Filter this listing down to the lines that contain the word "where", and copy them.

DATA SHOWN ->
..............................
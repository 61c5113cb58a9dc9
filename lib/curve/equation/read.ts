// Reading an equation template over Q: from the strings and slots of the tag to a polynomial with its letters.

import type { Field } from "../../algebra/field.ts";
import { isHomogeneous, type Polynomial } from "../../algebra/multivariate.ts";
import { parseEquation } from "./parser.ts";
import { type Letter, lettersOf, polynomialOf, type Reading } from "./polynomial.ts";
import { faultAt, type Source, sourceOf } from "./source.ts";

/** A template that has been read: left side minus right side, and both where a message has to point. */
export interface ReadEquation<T> {
  readonly source: Source;
  readonly letters: readonly Letter[];
  readonly polynomial: Polynomial<T>;
  readonly field: Field<T>;
}

/** What a template was given in its slots. */
export interface Slots<T> {
  readonly printed: readonly string[];
  readonly reading: Reading<T>;
}

/**
 * The polynomial of one equation in all the letters that it names, in alphabetical order.
 * `affine` letters are allowed, or one more in a homogeneous equation; a letter too many is refused where it stands first.
 */
export function readEquation<T>(
  subject: string,
  strings: readonly string[],
  { printed, reading }: Slots<T>,
  affine: number,
): ReadEquation<T> {
  const source = sourceOf(subject, strings, printed);
  const tree = parseEquation(source);
  const letters = lettersOf(tree);
  if (letters.length > affine + 1) throw tooManyLetters(source, letters, affine);
  const names = letters.map(({ name }) => name).sort();
  const polynomial = polynomialOf(source, tree, names, reading);
  if (letters.length > affine && !isHomogeneous(polynomial)) throw tooManyLetters(source, letters, affine);
  return { source, letters, polynomial, field: reading.field };
}

/** The letter to blame: one that is no usual coordinate, if there is such a one, else the last to appear. */
function tooManyLetters(source: Source, letters: readonly Letter[], affine: number) {
  const usual = /^[xyzuvwstXYZUVWST]\d*$/;
  const unknown = letters.find(({ name }) => !usual.test(name)) ?? letters.at(-1)!;
  const names = letters.map(({ name }) => name).join(", ");
  return faultAt(source, {
    offset: unknown.offset,
    length: unknown.length,
    given: `the unknown letter ${unknown.name} (the letters here are ${names})`,
    expected: `${affine} coordinates, or ${affine + 1} in a homogeneous equation`,
    hint: `Insert a number as \${${unknown.name}}.`,
  });
}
..............................
WORKED SOLUTION ->
/** A template that has been read: left side minus right side, and both where a message has to point. */
 * `affine` letters are allowed, or one more in a homogeneous equation; a letter too many is refused where it stands first.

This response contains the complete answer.